--- TASK MATERIAL ---

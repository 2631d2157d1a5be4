/**
 * FWHM-law fit against statistics, not our own numbers: synthetic lines drawn from a known truth
 * with seeded Gaussian noise must give pulls ~ N(0, 1) and χ² ~ dof (least-squares theory, common
 * practice, no source); the covariance must equal 2·H⁻¹ from a finite-difference Hessian of χ².
 */
import { describe, expect, it } from 'vitest';
import { fitFwhmLaw, fwhmModelEv } from '../../generators/fit/fwhm-law.ts';
import { FWHM_PER_SIGMA } from '../../generators/physics/resolution.ts';
import { KilnInputError } from '../../generators/errors.ts';
import { lineFit } from '../response/spec-fixtures.ts';
import { normalSampler } from './rng.ts';
import { finiteDifferenceCovariance, meanStd } from './fit-helpers.ts';
import type { LineFit } from '../../generators/response/model-types.ts';

const W = 3.65;
const PPE = { a: 1, bPerKeV: 0.4 };
const TRUE = [4, 0.118, 0]; // readNoiseE, fano, sigma0Ev (invented demo detector)
const ENERGIES = [0.277, 0.525, 0.93, 1.487, 2.3, 3.3, 4.5, 5.899, 6.4, 8.048];
const ERR_EV = 1.5;

function synthetic(noise: () => number, scale = 1): LineFit[] {
  return ENERGIES.map((e, i) => lineFit(`L${i}`, e, { fwhmEv: fwhmModelEv(TRUE, e, W, PPE) + scale * ERR_EV * noise(), fwhmErrEv: ERR_EV }));
}

describe('FWHM law fit (weighted least squares, ml-levenberg-marquardt)', () => {
  it('recovers the parameters of noiseless data exactly, with χ² ≈ 0', () => {
    const r = fitFwhmLaw(synthetic(() => 0), { pairEnergyEv: W, pixelsPerEvent: PPE, initial: { readNoiseE: 2, fano: 0.13 } });
    expect(r.params.readNoiseE).toBeCloseTo(4, 6);
    expect(r.params.fano).toBeCloseTo(0.118, 8);
    expect(r.chi2).toBeLessThan(1e-10);
    expect(r.dof).toBe(ENERGIES.length - 2);
    expect(r.free).toEqual(['readNoiseE', 'fano']);
    expect(r.errors.sigma0Ev).toBe(0);
    expect(JSON.parse(JSON.stringify(r))).toEqual(r); // plain JSON for the site
  });

  it('with seeded noise: estimates scatter about the truth as their errors say (pulls ~ N(0, 1)), χ² ~ dof', () => {
    const noise = normalSampler(20240601);
    const pullsN: number[] = [];
    const pullsF: number[] = [];
    const chi2: number[] = [];
    for (let t = 0; t < 300; t++) {
      const r = fitFwhmLaw(synthetic(noise), { pairEnergyEv: W, pixelsPerEvent: PPE });
      pullsN.push((r.params.readNoiseE - TRUE[0]) / r.errors.readNoiseE);
      pullsF.push((r.params.fano - TRUE[1]) / r.errors.fano);
      chi2.push(r.chi2 / r.dof);
    }
    for (const pulls of [pullsN, pullsF]) {
      const { mean, std } = meanStd(pulls);
      expect(Math.abs(mean)).toBeLessThan(0.2); // 300 trials: σ(mean) ≈ 0.06
      expect(std).toBeGreaterThan(0.85);
      expect(std).toBeLessThan(1.15);
    }
    expect(Math.abs(meanStd(chi2).mean - 1)).toBeLessThan(0.1);
  });

  it('covariance (JᵀWJ)⁻¹ equals 2·H⁻¹ from a finite-difference Hessian of χ²', () => {
    for (const scale of [0, 1]) {
      const lines = synthetic(normalSampler(7), scale);
      const r = fitFwhmLaw(lines, { pairEnergyEv: W, pixelsPerEvent: PPE });
      const fd = finiteDifferenceCovariance(
        {
          names: ['readNoiseE', 'fano', 'sigma0Ev'],
          x: lines.map((l) => l.energyKeV),
          y: lines.map((l) => l.fwhmEv),
          sigma: lines.map((l) => l.fwhmErrEv),
          initial: [0, 0, 0],
          model: (t, e) => fwhmModelEv(t, e, W, PPE),
        },
        [r.params.readNoiseE, r.params.fano, r.params.sigma0Ev],
        [0, 1],
        [1e-3, 1e-5],
      );
      // noiseless: exact up to differencing (1e-4); noisy: curvature terms Σ r·∂²f are small (5 %)
      const tol = scale === 0 ? 1e-4 : 0.05;
      for (let a = 0; a < 2; a++) for (let b = 0; b < 2; b++) expect(Math.abs(r.covariance[a][b] / fd[a][b] - 1)).toBeLessThan(tol);
    }
  });

  it('can scale errors by χ²/dof on request (off by default)', () => {
    const lines = synthetic(normalSampler(11), 3); // errors understated ×3
    const plain = fitFwhmLaw(lines, { pairEnergyEv: W, pixelsPerEvent: PPE });
    const scaled = fitFwhmLaw(lines, { pairEnergyEv: W, pixelsPerEvent: PPE, scaleByReducedChi2: true });
    expect(plain.errorsScaledByReducedChi2).toBe(false);
    expect(scaled.errors.fano / plain.errors.fano).toBeCloseTo(Math.sqrt(plain.reducedChi2 as number), 6);
  });

  it('rejects a line narrower than the Fano limit, naming line, value and limit', () => {
    const lines = synthetic(() => 0);
    lines[7] = { ...lines[7], line: 'Mn-Ka', fwhmEv: 110 };
    try {
      fitFwhmLaw(lines, { pairEnergyEv: W, pixelsPerEvent: PPE, fanoForLimit: 0.115 });
      expect.unreachable();
    } catch (e) {
      const err = e as KilnInputError;
      expect(err).toBeInstanceOf(KilnInputError);
      expect(err.oneLine()).toMatch(/Mn-Ka.*got 110.*≥ 11[67]\.\d eV/);
    }
  });

  it('reports N_r and σ₀ as degenerate when pixels per event do not vary with energy', () => {
    const flat = { a: 2, bPerKeV: 0 };
    const lines = ENERGIES.map((e, i) => lineFit(`L${i}`, e, { fwhmEv: fwhmModelEv([4, 0.118, 5], e, W, flat), fwhmErrEv: 1 }));
    expect(() => fitFwhmLaw(lines, { pairEnergyEv: W, pixelsPerEvent: flat, free: ['readNoiseE', 'fano', 'sigma0Ev'], initial: { sigma0Ev: 3 } })).toThrow(
      /degenerate/,
    );
    // the FWHM/σ constant used by the model is the one the law states
    expect(fwhmModelEv([0, 0.1, 10], 1, W, flat)).toBeCloseTo(FWHM_PER_SIGMA * Math.sqrt(0.1 * W * 1000 + 100), 10);
  });
});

---

AIM OF THE EXERCISE
Every line above should be written out again exactly as it stands.

ANSWER FOR THE TASK
repository 2631d2157d1a5be4
/**
 * FWHM-law fit against statistics, not our own numbers: synthetic lines drawn from a known truth
 * with seeded Gaussian noise must give pulls ~ N(0, 1) and χ² ~ dof (least-squares theory, common
 * practice, no source); the covariance must equal 2·H⁻¹ from a finite-difference Hessian of χ².
 */
import { describe, expect, it } from 'vitest';
import { fitFwhmLaw, fwhmModelEv } from '../../generators/fit/fwhm-law.ts';
import { FWHM_PER_SIGMA } from '../../generators/physics/resolution.ts';
import { KilnInputError } from '../../generators/errors.ts';
import { lineFit } from '../response/spec-fixtures.ts';
import { normalSampler } from './rng.ts';
import { finiteDifferenceCovariance, meanStd } from './fit-helpers.ts';
import type { LineFit } from '../../generators/response/model-types.ts';

const W = 3.65;
const PPE = { a: 1, bPerKeV: 0.4 };
const TRUE = [4, 0.118, 0]; // readNoiseE, fano, sigma0Ev (invented demo detector)
const ENERGIES = [0.277, 0.525, 0.93, 1.487, 2.3, 3.3, 4.5, 5.899, 6.4, 8.048];
const ERR_EV = 1.5;

function synthetic(noise: () => number, scale = 1): LineFit[] {
  return ENERGIES.map((e, i) => lineFit(`L${i}`, e, { fwhmEv: fwhmModelEv(TRUE, e, W, PPE) + scale * ERR_EV * noise(), fwhmErrEv: ERR_EV }));
}

describe('FWHM law fit (weighted least squares, ml-levenberg-marquardt)', () => {
  it('recovers the parameters of noiseless data exactly, with χ² ≈ 0', () => {
    const r = fitFwhmLaw(synthetic(() => 0), { pairEnergyEv: W, pixelsPerEvent: PPE, initial: { readNoiseE: 2, fano: 0.13 } });
    expect(r.params.readNoiseE).toBeCloseTo(4, 6);
    expect(r.params.fano).toBeCloseTo(0.118, 8);
    expect(r.chi2).toBeLessThan(1e-10);
    expect(r.dof).toBe(ENERGIES.length - 2);
    expect(r.free).toEqual(['readNoiseE', 'fano']);
    expect(r.errors.sigma0Ev).toBe(0);
    expect(JSON.parse(JSON.stringify(r))).toEqual(r); // plain JSON for the site
  });

  it('with seeded noise: estimates scatter about the truth as their errors say (pulls ~ N(0, 1)), χ² ~ dof', () => {
    const noise = normalSampler(20240601);
    const pullsN: number[] = [];
    const pullsF: number[] = [];
    const chi2: number[] = [];
    for (let t = 0; t < 300; t++) {
      const r = fitFwhmLaw(synthetic(noise), { pairEnergyEv: W, pixelsPerEvent: PPE });
      pullsN.push((r.params.readNoiseE - TRUE[0]) / r.errors.readNoiseE);
      pullsF.push((r.params.fano - TRUE[1]) / r.errors.fano);
      chi2.push(r.chi2 / r.dof);
    }
    for (const pulls of [pullsN, pullsF]) {
      const { mean, std } = meanStd(pulls);
      expect(Math.abs(mean)).toBeLessThan(0.2); // 300 trials: σ(mean) ≈ 0.06
      expect(std).toBeGreaterThan(0.85);
      expect(std).toBeLessThan(1.15);
    }
    expect(Math.abs(meanStd(chi2).mean - 1)).toBeLessThan(0.1);
  });

  it('covariance (JᵀWJ)⁻¹ equals 2·H⁻¹ from a finite-difference Hessian of χ²', () => {
    for (const scale of [0, 1]) {
      const lines = synthetic(normalSampler(7), scale);
      const r = fitFwhmLaw(lines, { pairEnergyEv: W, pixelsPerEvent: PPE });
      const fd = finiteDifferenceCovariance(
        {
          names: ['readNoiseE', 'fano', 'sigma0Ev'],
          x: lines.map((l) => l.energyKeV),
          y: lines.map((l) => l.fwhmEv),
          sigma: lines.map((l) => l.fwhmErrEv),
          initial: [0, 0, 0],
          model: (t, e) => fwhmModelEv(t, e, W, PPE),
        },
        [r.params.readNoiseE, r.params.fano, r.params.sigma0Ev],
        [0, 1],
        [1e-3, 1e-5],
      );
      // noiseless: exact up to differencing (1e-4); noisy: curvature terms Σ r·∂²f are small (5 %)
      const tol = scale === 0 ? 1e-4 : 0.05;
      for (let a = 0; a < 2; a++) for (let b = 0; b < 2; b++) expect(Math.abs(r.covariance[a][b] / fd[a][b] - 1)).toBeLessThan(tol);
    }
  });

  it('can scale errors by χ²/dof on request (off by default)', () => {
    const lines = synthetic(normalSampler(11), 3); // errors understated ×3
    const plain = fitFwhmLaw(lines, { pairEnergyEv: W, pixelsPerEvent: PPE });
    const scaled = fitFwhmLaw(lines, { pairEnergyEv: W, pixelsPerEvent: PPE, scaleByReducedChi2: true });
    expect(plain.errorsScaledByReducedChi2).toBe(false);
    expect(scaled.errors.fano / plain.errors.fano).toBeCloseTo(Math.sqrt(plain.reducedChi2 as number), 6);
  });

  it('rejects a line narrower than the Fano limit, naming line, value and limit', () => {
    const lines = synthetic(() => 0);
    lines[7] = { ...lines[7], line: 'Mn-Ka', fwhmEv: 110 };
    try {
      fitFwhmLaw(lines, { pairEnergyEv: W, pixelsPerEvent: PPE, fanoForLimit: 0.115 });
      expect.unreachable();
    } catch (e) {
      const err = e as KilnInputError;
      expect(err).toBeInstanceOf(KilnInputError);
      expect(err.oneLine()).toMatch(/Mn-Ka.*got 110.*≥ 11[67]\.\d eV/);
    }
  });

  it('reports N_r and σ₀ as degenerate when pixels per event do not vary with energy', () => {
    const flat = { a: 2, bPerKeV: 0 };
    const lines = ENERGIES.map((e, i) => lineFit(`L${i}`, e, { fwhmEv: fwhmModelEv([4, 0.118, 5], e, W, flat), fwhmErrEv: 1 }));
    expect(() => fitFwhmLaw(lines, { pairEnergyEv: W, pixelsPerEvent: flat, free: ['readNoiseE', 'fano', 'sigma0Ev'], initial: { sigma0Ev: 3 } })).toThrow(
      /degenerate/,
    );
    // the FWHM/σ constant used by the model is the one the law states
    expect(fwhmModelEv([0, 0.1, 10], 1, W, flat)).toBeCloseTo(FWHM_PER_SIGMA * Math.sqrt(0.1 * W * 1000 + 100), 10);
  });
});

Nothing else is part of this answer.